Control Flow Graphs
A control flow graph (often referenced by its acronym, CFG) is a directed graph that models the flow of a program using basic blocks that contain the intermediate representation (abbreviated “IR”, and in this case is Python bytecode) within the blocks. Basic blocks themselves are a block of IR that has a single entry point but possibly multiple exit points. The single entry point is the key to basic blocks; it all has to do with jumps. An entry point is the target of something that changes control flow (such as a function call or a jump) while exit points are instructions that would change the flow of the program (such as jumps and ‘return’ statements). What this means is that a basic block is a chunk of code that starts at the entry point and runs to an exit point or the end of the block.

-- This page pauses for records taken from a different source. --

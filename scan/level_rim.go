package scan

import (
	"errors"
	"fmt"
	"gapflux/internal/parallel"
	"math"
	"runtime"

	"gonum.org/v1/gonum/spatial/r3"
)

// sectorRim is one sector's result of the rim search: the rim radius (m,
// negative when none was found), the largest |height| inside it (m) and
// whether the base warps before it.
type sectorRim struct {
	edge, top float64
	warp      bool
}

// fitRim finds the base rim along radial profiles in angular sectors about
// (uc, vc) and fits a circle to it. r0 is a first guess of the radius.
// The sectors are searched in parts at once; their rim points are then
// gathered in sector order. Scratch comes from and goes back to sc.
func fitRim(pts []r3.Vec, f *frame, uc, vc, r0, rq, tanMax float64, sc *levelScratch) (rimFit, error) {
	rb, err := binRim(pts, f, uc, vc, r0, rq, sc)
	if err != nil {
		return rimFit{}, err
	}
	defer sc.floats.put(rb.ws)
	ns, dr := rb.ns, rb.dr
	kStart := int((0.6*r0 - rb.rlo) / dr)
	sr := make([]sectorRim, ns)
	parallel.Do(ns, min(runtime.GOMAXPROCS(0), ns), func(_, s0, s1 int) {
		sp := newProfile(rb.nb)
		for s := s0; s < s1; s++ {
			rb.profile(s, sp)
			trend := profileTrend(sp.prof, sp.pos, sp.valid, 0.6*r0, 0.9*r0)
			thr := sp.slopeLimit(trend, kStart, r0, tanMax)
			sr[s].edge, sr[s].top, sr[s].warp = sp.edge(trend, thr, kStart, rb.rlo, dr, r0)
		}
	})
	var eu, ev []float64
	var band float64
	var warped int
	for s, e := range sr {
		if e.edge < 0 {
			continue
		}
		if e.warp {
			warped++
		}
		band = max(band, e.top)
		th := -math.Pi + (float64(s)+0.5)*2*math.Pi/float64(ns)
		eu = append(eu, uc+e.edge*math.Cos(th))
		ev = append(ev, vc+e.edge*math.Sin(th))
	}
	res := rimFit{sectors: ns, dr: dr, band: band, warped: warped}
	if len(eu) < 3 {
		return res, fmt.Errorf("scan: level: base rim found in %d of %d sectors; cannot fit the footprint circle", len(eu), ns)
	}
	cu, cv, r, used, ok := robustCircle(eu, ev, dr)
	if !ok {
		return res, errors.New("scan: level: rim circle fit failed")
	}
	res.u, res.v, res.r, res.used = cu, cv, r, used
	return res, nil
}

// newProfile returns the scratch of one part's sector profiles, nb bins.
func newProfile(nb int) *rimProfile {
	return &rimProfile{
		prof:  make([]float64, nb), // median height per bin
		pos:   make([]float64, nb), // mean radius per bin
		valid: make([]bool, nb),
	}
}

// rimMinCount is the fewest points a (sector, radial bin) needs to count.
const rimMinCount = 4

// rimBins holds the points of the rim annulus sorted by (sector, radial
// bin): bin k of sector s holds ws[start[s*nb+k]:start[s*nb+k+1]]
// (heights, m, in point order); mean[s*nb+k] is the mean of their radii
// from the centre (m), summed in point order. Radial bins of width dr (m)
// start at radius rlo (m).
type rimBins struct {
	ns, nb   int
	rlo, dr  float64
	start    []int32
	ws, mean []float64
}

// annulus holds the points of the rim annulus: radius from the centre
// (m), height (m) and angular sector, in point order.
type annulus struct {
	r, w []float64
	sec  []uint8
	ns   int     // number of sectors, at most 255
	rho  float64 // point density of the inner disc, points per m²
}

// rimSectors returns the number of angular sectors of the rim search for
// a point density rho (points per m², thinned) and radius r0 (m), and the
// points per m of radius over all sectors.
func rimSectors(rho, r0 float64) (ns int, ring float64) {
	ring = rho * 2 * math.Pi * r0
	return min(72, max(24, int(ring*r0/400/20))), ring
}

// annulusPoints returns the points between radii rlo and rhi (m) about
// (uc, vc), thinned to some 30 points per bin of r0/400 in 72 sectors,
// and the point density of the inner disc (radius 0.9 r0) after thinning.
// Parts of the points are handled at once: a first pass counts the inner
// and annulus points and marks the annulus points in a bit set; each part
// then counts its marked points of the thinned set and writes them at its
// offset, in point order.
func annulusPoints(pts []r3.Vec, f *frame, uc, vc, r0, rlo, rhi float64, sc *levelScratch) *annulus {
	n := len(pts)
	m := annulusMarks{f: f, uc: uc, vc: vc, in2: 0.81 * r0 * r0, lo2: rlo * rlo, hi2: rhi * rhi, bits: newPointBits(n)}
	// The parts cover whole words of the bit set, so that no two write
	// to the same word.
	wparts := rowParts(len(m.bits))
	nIn, nAnn := make([]int, wparts), make([]int, wparts)
	parallel.Do(len(m.bits), wparts, func(k, w0, w1 int) {
		nIn[k], nAnn[k] = m.mark(pts, w0, w1)
	})
	nInner, nAnnulus := sumInts(nIn), sumInts(nAnn)
	// Some 30 points per bin of r0/400 in 72 sectors are plenty: thin out
	// denser scans.
	step := max(1, nAnnulus/(30*72*int(400*(rhi-rlo)/r0)))
	a := &annulus{rho: float64(nInner/step) / (math.Pi * 0.81 * r0 * r0)}
	a.ns, _ = rimSectors(a.rho, r0)
	nTake := (n + step - 1) / step
	parts := rowParts(nTake)
	cnt := make([]int, parts)
	parallel.Do(nTake, parts, func(k, t0, t1 int) {
		c := 0
		for t := t0; t < t1; t++ {
			c += int(m.has(t * step))
		}
		cnt[k] = c
	})
	off := blockOffsets(cnt)
	a.r, a.w, a.sec = sc.floats.get(off[parts], 0), sc.floats.get(off[parts], 0), make([]uint8, off[parts])
	parallel.Do(nTake, parts, func(k, t0, t1 int) {
		m.fill(a, pts, step, t0, t1, off[k])
	})
	return a
}

// annulusMarks finds the points of an annulus about (uc, vc) in frame f:
// in2, lo2 and hi2 are the squared radii (m²) of the inner disc and of the
// annulus's bounds; bit i%64 of bits[i/64] says point i is in the annulus.
type annulusMarks struct {
	f             *frame
	uc, vc        float64
	in2, lo2, hi2 float64
	bits          pointBits
}

// radius2 returns the offsets (m) of p from the centre in the plane, its
// height (m) and its squared distance from the centre (m²).
func (m *annulusMarks) radius2(p r3.Vec) (du, dv, w, rr float64) {
	u, v, w := m.f.coords(p)
	du, dv = u-m.uc, v-m.vc
	return du, dv, w, du*du + dv*dv
}

// mark sets the bits of words [w0, w1) for the points in the annulus and
// returns how many of those points lie in the inner disc and how many in
// the annulus.
func (m *annulusMarks) mark(pts []r3.Vec, w0, w1 int) (inner, ann int) {
	for w := w0; w < w1; w++ {
		var word uint64
		for j, p := range pts[w*64 : min(len(pts), w*64+64)] {
			_, _, _, r2 := m.radius2(p)
			if r2 < m.in2 {
				inner++
			}
			if r2 >= m.lo2 && r2 < m.hi2 {
				ann++
				word |= 1 << j
			}
		}
		m.bits[w] = word
	}
	return inner, ann
}

// has returns 1 when point i is in the annulus, else 0.
func (m *annulusMarks) has(i int) uint64 { return m.bits.bit(i) }

// fill writes the annulus points among pts[t·step] for t in [t0, t1) to
// a's radii (m), heights (m) and angular sectors (a.ns of equal angle,
// the first starting at −π) from index o on, in point order.
func (m *annulusMarks) fill(a *annulus, pts []r3.Vec, step, t0, t1, o int) {
	fns := float64(a.ns)
	for t := t0; t < t1; t++ {
		if m.has(t*step) == 0 {
			continue
		}
		du, dv, w, r2 := m.radius2(pts[t*step])
		th := math.Atan2(dv, du)
		s := int((th + math.Pi) / (2 * math.Pi) * fns)
		a.r[o], a.w[o], a.sec[o] = math.Sqrt(r2), w, uint8(min(a.ns-1, max(0, s)))
		o++
	}
}

// pointBits is a set of point indices: bit i%64 of word i/64 for point i.
// Parts that write whole words never share one.
type pointBits []uint64

// newPointBits returns an empty set for n points.
func newPointBits(n int) pointBits { return make(pointBits, (n+63)/64) }

// bit returns 1 when point i is in the set, else 0.
func (b pointBits) bit(i int) uint64 { return b[i>>6] >> (i & 63) & 1 }

// sumInts returns the sum of a.
func sumInts(a []int) int {
	s := 0
	for _, x := range a {
		s += x
	}
	return s
}

// binRim sorts the points of the annulus about (uc, vc) that may hold the
// rim (r0 is the first guess of the radius, rq the scan's extent, m) into
// angular sectors and radial bins. The sector count follows the point
// density; the bins are widened while more than a fifth of the inner ones
// (0.6–0.9 r0) are empty (structured meshes and scan lines leave regular
// gaps). The annulus's scratch goes back to sc, and rb.ws comes from it
// (the buffer of the annulus radii, once the bins' mean radii are taken).
func binRim(pts []r3.Vec, f *frame, uc, vc, r0, rq float64, sc *levelScratch) (*rimBins, error) {
	rlo, rhi := 0.55*r0, max(1.35*r0, min(3*r0, 1.02*rq))
	a := annulusPoints(pts, f, uc, vc, r0, rlo, rhi, sc)
	defer func() { sc.floats.put(a.r, a.w) }()
	ns, ring := rimSectors(a.rho, r0)
	dr := max(r0/400, 20*float64(ns)/ring)
	var nb int
	var bins []int32 // each annulus point's bin, reused as the bins widen
	for try := 0; ; try++ {
		nb = int(math.Ceil((rhi - rlo) / dr))
		if nb < 8 {
			return nil, errors.New("scan: level: too few points near the rim")
		}
		bins = a.bins(nb, rlo, dr, bins)
		if binsFullEnough(binTotals(bins, ns*nb), ns, nb, int((0.6*r0-rlo)/dr), int((0.9*r0-rlo)/dr)) || try == 5 {
			break
		}
		dr *= 1.5
	}
	rb := &rimBins{ns: ns, nb: nb, rlo: rlo, dr: dr}
	var order []int32
	order, rb.start = sortByCell(bins, ns*nb)
	rb.mean = a.binMeans(bins, rb)
	// The radii are done with: their buffer (memory already touched)
	// takes the heights in bin order.
	sc.floats.put(a.r)
	a.r = nil
	rb.ws = sc.floats.get(len(a.w), 0)
	parallelRows(len(order), func(k0, k1 int) {
		for k := k0; k < k1; k++ {
			rb.ws[k] = a.w[order[k]]
		}
	})
	return rb, nil
}

// bin returns the (sector, radial bin) index of annulus point i for nb
// radial bins of width dr (m) from rlo (m).
func (a *annulus) bin(i, nb int, rlo, dr float64) int {
	return int(a.sec[i])*nb + min(nb-1, int((a.r[i]-rlo)/dr))
}

// bins returns the (sector, radial bin) of every annulus point for nb
// radial bins of width dr (m) from rlo (m), in buf's storage when large
// enough; ranges of points at once.
func (a *annulus) bins(nb int, rlo, dr float64, buf []int32) []int32 {
	if cap(buf) < len(a.r) {
		buf = make([]int32, len(a.r))
	}
	buf = buf[:len(a.r)]
	parallelRows(len(a.r), func(i0, i1 int) {
		for i := i0; i < i1; i++ {
			buf[i] = int32(a.bin(i, nb, rlo, dr))
		}
	})
	return buf
}

// binTotals returns where each of nsb bins would start in the points
// sorted by bin (prefix sums of the points per bin, the total last), for
// the points' bins.
func binTotals(bins []int32, nsb int) []int32 {
	start := make([]int32, nsb+1)
	for _, b := range bins {
		start[b+1]++
	}
	for k := range nsb {
		start[k+1] += start[k]
	}
	return start
}

// binsFullEnough reports whether at least four fifths of the radial bins
// k0 … k1−1 of all ns sectors hold rimMinCount points or more.
func binsFullEnough(start []int32, ns, nb, k0, k1 int) bool {
	full, all := 0, 0
	for s := range ns {
		for bb := k0; bb < k1; bb++ {
			all++
			if start[s*nb+bb+1]-start[s*nb+bb] >= rimMinCount {
				full++
			}
		}
	}
	return 5*full >= 4*all
}

// binMeans returns the mean radius (m) of the annulus points in each of
// rb's bins (bins[i] the bin of point i), summed in point order (0 for an
// empty bin). The sums are one sequential pass, so that each bin's sum is
// that of its points in order.
func (a *annulus) binMeans(bins []int32, rb *rimBins) []float64 {
	mean := make([]float64, rb.ns*rb.nb)
	for i, r := range a.r {
		mean[bins[i]] += r
	}
	for k := range mean {
		if c := rb.start[k+1] - rb.start[k]; c > 0 {
			mean[k] /= float64(c)
		}
	}
	return mean
}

As an example, consider an ‘if’ statement with an ‘else’ block. The guard on the ‘if’ is a basic block which is pointed to by the basic block containing the code leading to the ‘if’ statement. The ‘if’ statement block contains jumps (which are exit points) to the true body of the ‘if’ and the ‘else’ body (which may be
NULL), each of which are their own basic blocks. Both of those blocks in turn point to the basic block representing the code following the entire ‘if’ statement.
CFGs are usually one step away from final code output. Code is directly generated from the basic blocks (with jump targets adjusted based on the output order) by doing a post-order depth-first search on the CFG following the edges.